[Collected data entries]
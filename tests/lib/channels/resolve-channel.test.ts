import { describe, expect, it } from "vitest";
import { buildLog } from "@/lib/build/build-log";
import { openerResistanceN } from "@/lib/channels/opener-resistance";
import { resolveChannel, resolveChannelOrReason } from "@/lib/channels/resolve-channel";
import { rowSpeedMps } from "@/lib/channels/row-speed";
import type { Seeder } from "@/lib/machines/machine";
import { makeLog, makeSeeder, straightTrack, type MadeLog } from "@/tests/support/make-log";

function place(made: MadeLog, machine: Seeder | null) {
  const built = buildLog(makeLog(made), machine);
  if (!built.ok) throw new Error(built.error.message);
  return built.value.placed;
}

const records = straightTrack({ from: [0, 0], headingDeg: 0, records: 40 });
/** 800 N of unit weight. */
const MACHINE = makeSeeder({ rowUnitMassKg: 800 / 9.80665 });

describe("opener resistance", () => {
  it("is force plus weight less margin (hand-worked free body: 900 + 800 - 450 = 1250)", () => {
    expect(openerResistanceN(900, 800, 450)).toBe(1250);
    expect(openerResistanceN(900, 800, 0)).toBeNull();
  });

  it("is left out, and counted, where the wheel is off the ground", () => {
    const margin = (_: number, row: number) => (row === 4 ? 0 : row === 3 ? NaN : 450);
    const channels: MadeLog["channels"] = [
      { id: "downforce", value: () => 900, resolution: 1 },
      { id: "margin", value: margin, resolution: 5 },
    ];
    const resistance = resolveChannel(place({ records, channels }, MACHINE), "resistance");
    expect(Array.from(resistance!.values.slice(40, 44))).toEqual([1250, 1250, NaN, NaN]);
    expect(resistance!.censoredShare).toBeCloseTo(1 / 3, 9);
    expect(resistance!.resolution).toBe(1);
  });

  it("says what is missing", () => {
    const only = place({ records, channels: [{ id: "margin", value: () => 450 }] }, null);
    const reason = resolveChannelOrReason(only, "resistance");
    expect(reason.ok ? "" : reason.error).toMatch(/force applied to each row.*machine/);
  });

  it("takes no pressure for a force", () => {
    const channels: MadeLog["channels"] = [
      { id: "downforce", unit: "Pa", value: () => 900 },
      { id: "margin", value: () => 450 },
    ];
    expect(resolveChannel(place({ records, channels }, MACHINE), "resistance")).toBeNull();
  });
});

describe("row speed", () => {
  it("is v less omega y (hand-worked: 2.5 m/s on 20 m, rows 9.144 m out)", () => {
    expect(rowSpeedMps(2.5, 2.5 / 20, -9.144)).toBeCloseTo(3.643, 3);
    expect(rowSpeedMps(2.5, 2.5 / 20, 9.144)).toBeCloseTo(1.357, 3);
  });

  it("comes out of a log driven on a circle", () => {
    const circle = Array.from({ length: 60 }, (_, i) => {
      const angle = (2.5 * 0.2 * i) / 20;
      return { eastM: 20 * (1 - Math.cos(angle)), northM: 20 * Math.sin(angle), timeS: 0.2 * i, speedMps: 2.5 };
    });
    const machine = makeSeeder({ rowCount: 2, rowOffsetsM: [-9.144, 9.144] });
    const placed = place({ records: circle, rows: 2, channels: [{ id: "downforce", value: () => 900 }] }, machine);
    const speed = resolveChannel(placed, "rowSpeed")!;
    expect(speed.values[60]).toBeCloseTo(3.643, 2);
    expect(speed.values[61]).toBeCloseTo(1.357, 2);
  });

  it("is the machine's own on a straight line, whatever small wander the heading has", () => {
    const wander = records.map((record, i) => ({ ...record, headingDeg: i % 2 === 0 ? 0.04 : -0.04, speedMps: 2.5 }));
    const placed = place({ records: wander, channels: [{ id: "downforce", value: () => 900 }] }, MACHINE);
    expect(Array.from(resolveChannel(placed, "rowSpeed")!.values.slice(80, 84))).toEqual([2.5, 2.5, 2.5, 2.5]);
  });
});

describe("other channels", () => {
  const placed = place({ records, channels: [{ id: "downforce", value: (_, row) => 100 * row }] }, MACHINE);

  it("deviation is the reading less the median of the other rows (hand-worked)", () => {
    // Rows 100 200 300 400: the others of row 1 have median 300.
    expect(Array.from(resolveChannel(placed, "deviation:downforce")!.values.slice(0, 4))).toEqual([
      -200, -100, 100, 200,
    ]);
  });

  it("gives null for a channel the log has not, and for a name that is none", () => {
    expect(resolveChannel(placed, "margin")).toBeNull();
    expect(resolveChannel(placed, "deviation:margin")).toBeNull();
    expect(resolveChannel(placed, "no such channel")).toBeNull();
  });
});
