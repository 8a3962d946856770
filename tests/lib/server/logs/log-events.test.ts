import { describe, expect, it } from "vitest";
import { eventBody } from "@/lib/server/logs/log-events";

const decoder = new TextDecoder();

/** One event at once; the next only when `release` is called. */
function slowEvents() {
  let release = () => {};
  const gate = new Promise<void>((resolve) => (release = resolve));
  async function* events() {
    yield "data: 1\n\n";
    await gate;
    yield "data: 2\n\n";
  }
  return { events: events(), release };
}

describe("a stream of events", () => {
  it("is left without a fault while its next event is awaited", async () => {
    const faults: unknown[] = [];
    const listen = (fault: unknown) => faults.push(fault);
    process.on("unhandledRejection", listen);
    const { events, release } = slowEvents();
    const reader = eventBody(events).getReader();
    expect(decoder.decode((await reader.read()).value)).toBe("data: 1\n\n");
    const waiting = reader.read();
    await reader.cancel();
    release();
    expect(await waiting).toEqual({ done: true, value: undefined });
    await new Promise((resolve) => setTimeout(resolve, 20));
    process.off("unhandledRejection", listen);
    expect(faults).toEqual([]);
  });

  it("ends where the log can no longer be read", async () => {
    async function* events() {
      yield "data: 1\n\n";
      throw new Error("gone");
    }
    expect(await new Response(eventBody(events())).text()).toBe("data: 1\n\n");
  });
});
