import fc from "fast-check";
import { describe, expect, it } from "vitest";
import { median } from "@/lib/statistics/median";
import { medianOfOthers, middleReadings } from "@/lib/statistics/middle-readings";

const record = fc.array(fc.oneof(fc.integer({ min: -4, max: 4 }), fc.constant(NaN)), { minLength: 9, maxLength: 9 });

describe("medianOfOthers", () => {
  it("is the median of the record without the reading itself, on any record", () => {
    fc.assert(
      fc.property(fc.array(record, { minLength: 1, maxLength: 5 }), (records) => {
        const middles = middleReadings(Float32Array.from(records.flat()), 9);
        records.forEach((values, r) =>
          values.forEach((value, row) => {
            if (Number.isNaN(value)) return;
            const others = values.filter((other, k) => k !== row && !Number.isNaN(other));
            const found = medianOfOthers(middles, r, value);
            if (others.length === 0) expect(found).toBeNaN();
            else expect(found).toBeCloseTo(median(others), 9);
          }),
        );
      }),
      { seed: 5, numRuns: 300 },
    );
  });

  it("keeps to it where the ground drifts, jumps and leaves readings out over many records", () => {
    const rows = 24;
    const noise = (i: number) => ((Math.imul(i + 1, 2654435761) >>> 8) % 1000) / 10;
    const values = Float32Array.from({ length: 900 * rows }, (_, i) => {
      const record = Math.floor(i / rows);
      if (i % 97 === 0) return NaN;
      return Math.round((record > 500 ? 900 : 100) + record * 0.5 + noise(i) * (record % 300 < 20 ? 0 : 1));
    });
    const middles = middleReadings(values, rows);
    const differing = values.findIndex((value, i) => {
      if (Number.isNaN(value)) return false;
      const from = i - (i % rows);
      const others = [...values.subarray(from, from + rows)].filter((one, k) => k !== i % rows && !Number.isNaN(one));
      return medianOfOthers(middles, Math.floor(i / rows), value) !== median(others);
    });
    expect(differing).toBe(-1);
  });
});
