import { readFileSync } from "node:fs";
import Papa from "papaparse";
import { beforeAll, describe, expect, it } from "vitest";
import { buildLog } from "@/lib/build/build-log";
import { resolveChannelOrReason } from "@/lib/channels/resolve-channel";
import type { PlacedLog } from "@/lib/logs/placed-log";
import { SeederInput } from "@/lib/machines/machine";
import { passStatistics } from "@/lib/pass-figures/pass-statistics";
import { rowDistances } from "@/lib/rows/row-distances";
import { rowStatistics } from "@/lib/statistics/row-statistics";
import { readAsProposed, textSource } from "@/tests/lib/ingest/support/make-source";

/**
 * What R 4.2.2 (Debian r-base-core 4.2.2.20221110-2) makes of the same file, by `fixtures/stats/line-up/recompute.R`: it reads
 * the CSV itself, places the rows on the ellipsoid itself, and uses weighted.mean, approx, median and mad.
 */
const FOLDER = "fixtures/stats/line-up";
const FILE = "fixtures/logs/csv/wide-newtons";
const CHANNELS = ["downforce", "margin", "depth"];

/** Positions are rounded to 1e-8 degrees, about a millimetre, and R's metres are those of one latitude. */
const DISTANCE_SHARE = 2e-5;

function readTable(name: string): Record<string, string>[] {
  return Papa.parse<Record<string, string>>(readFileSync(`${FOLDER}/${name}`, "utf8"), {
    header: true,
    skipEmptyLines: true,
  }).data;
}

/** R's NA stands for what the product calls unknown. */
const numberOf = (text: string | undefined) => (text === undefined || text === "NA" ? null : Number(text));

function expectClose(found: number | null, wanted: number | null, what: string): void {
  if (wanted === null) return expect(found, what).toBeNull();
  expect(found, what).not.toBeNull();
  const allowed = Math.max(Math.abs(wanted) * DISTANCE_SHARE, 1e-9);
  expect(Math.abs(found! - wanted), `${what}: ${found} for ${wanted}`).toBeLessThanOrEqual(allowed);
}

let placed: PlacedLog;
beforeAll(async () => {
  const { machine } = JSON.parse(readFileSync(`${FILE}/truth.json`, "utf8")) as { machine: unknown };
  const { log } = await readAsProposed(textSource(readFileSync(`${FILE}/input.csv`, "utf8")));
  const built = buildLog(log, SeederInput.parse(machine));
  if (!built.ok) throw new Error(built.error.message);
  placed = built.value.placed;
});

const FIELDS = [
  ...["n", "distanceM", "mean", "sd", "min", "p05", "p25", "p50", "p75", "p95", "max"],
  ...["shareUnderTarget", "shareAtLimit", "shareContactLost", "longestUnderTargetM"],
] as const;

describe("the line-up, recomputed in R", () => {
  it.each(CHANNELS)("of %s: distance, mean, sd, quantiles, shares, longest run", (channel) => {
    const table = readTable("rows.csv").filter((line) => line.channel === channel);
    const { items } = rowStatistics(placed, channel);
    expect(table).toHaveLength(items.length);
    table.forEach((line, at) => {
      const item = items[at]! as unknown as Record<string, number | null>;
      for (const field of FIELDS) expectClose(item[field]!, numberOf(line[field]), `${channel} row ${at + 1} ${field}`);
    });
  });

  it.each(CHANNELS)("of %s: z of the deviation from the other rows, and who is flagged", (channel) => {
    const table = readTable("rows.csv").filter((line) => line.channel === channel);
    const { items } = rowStatistics(placed, channel);
    table.forEach((line, at) => {
      const wanted = numberOf(line.deviationZ)!;
      // A ratio of small differences of weighted medians.
      expect(Math.abs(items[at]!.deviationZ! - wanted), `row ${at + 1}`).toBeLessThan(
        2e-3 * Math.max(1, Math.abs(wanted)),
      );
    });
    const beyond = table.filter((line) => Math.abs(numberOf(line.deviationZ)!) > 3.5).map((line) => Number(line.row));
    expect(items.filter((item) => item.flagged).every((item) => beyond.includes(item.row))).toBe(true);
    if (channel !== "depth") expect(beyond).toEqual([6]);
  });

  it.each(CHANNELS)("of %s pass by pass", (channel) => {
    const table = readTable("passes.csv").filter((line) => line.channel === channel);
    const resolved = resolveChannelOrReason(placed, channel);
    if (!resolved.ok) throw new Error(resolved.error);
    const { items } = passStatistics({ placed, channel: resolved.value, distances: rowDistances(placed) });
    expect(table).toHaveLength(items.length);
    table.forEach((line, at) => {
      const item = items[at]! as unknown as Record<string, number | null>;
      for (const field of Object.keys(line).filter((name) => name !== "channel")) {
        expectClose(item[field]!, numberOf(line[field]), `${channel} pass ${at + 1} ${field}`);
      }
    });
  });
});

**TASK OBJECTIVE**
Only the lines containing "fixtures" are needed; copy each of them from the data.

**ANSWER TO THE EXERCISE**
 * What R 4.2.2 (Debian r-base-core 4.2.2.20221110-2) makes of the same file, by `fixtures/stats/line-up/recompute.R`: it reads
const FOLDER = "fixtures/stats/line-up";
const FILE = "fixtures/logs/csv/wide-newtons";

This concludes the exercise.